**Your instructions:**
After reading the entries below, copy word for word the lines from the first through the line containing "sheet (after modulation).", and stop there.

**Input for this task:**
fn analytic_applies(pwm: &Pwm) -> bool {
    pwm.m_a <= 1.0
        && pwm.m_f >= MIN_ANALYTIC_CARRIER_RATIO
        && pwm.modulation != Modulation::ThreePhaseThirdHarmonic
}

/// The spectra at the three DC points of an evaluated sheet (after modulation).
pub fn spectra(d: &Design, s: &Sheet) -> Result<Vec<PointSpectrum>, SpectrumError> {
    let m_f = s.value("modulation.m_f");
    DC_POINTS
        .iter()
        .map(|&(key, label, dc_id)| {
            let m_a = s.value(&format!("modulation.m_a.{key}"));
            let pwm = pwm_of(d, m_a, m_f);
            let top = max_order(d, &pwm);
            let (method, lines, pwm) = if analytic_applies(&pwm) {
                (Method::Analytic, spectrum::lines(&pwm, top)?, pwm)
            } else {
                // A carrier that never repeats has no finite FFT window: take the
                // nearest one that does (`periodic`), which the sheet warns about.
                let (near, _) = periodic(&pwm);
                (Method::Numerical, numerical(&near, top)?, near)
            };
            Ok(PointSpectrum {
                key,
                label,
                pwm,
                v_dc: s.value(dc_id),
                dc_id,
                method,
                lines: lines
                    .into_iter()
                    .filter(|l| l.amplitude > method.noise_floor() && l.order > 0.0)
                    .collect(),
            })
        })
        .collect()
}

/// Id fragment of an order: `h41`, or `h266_67` for a line between harmonics.
pub fn order_tag(order: f64) -> String {
    if (order - order.round()).abs() < 1e-9 {
        format!("h{}", order.round() as u64)
    } else {
        format!("h{}", format_number(order, 6).replace('.', "_"))
    }
}

/// Display text of an order: `41` or `266.67`.
pub fn order_text(order: f64) -> String {
    if (order - order.round()).abs() < 1e-9 {
        format!("{}", order.round() as u64)
    } else {
        format!("{order:.2}")
    }
}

**Task answer:**
fn analytic_applies(pwm: &Pwm) -> bool {
    pwm.m_a <= 1.0
        && pwm.m_f >= MIN_ANALYTIC_CARRIER_RATIO
        && pwm.modulation != Modulation::ThreePhaseThirdHarmonic
}

/// The spectra at the three DC points of an evaluated sheet (after modulation).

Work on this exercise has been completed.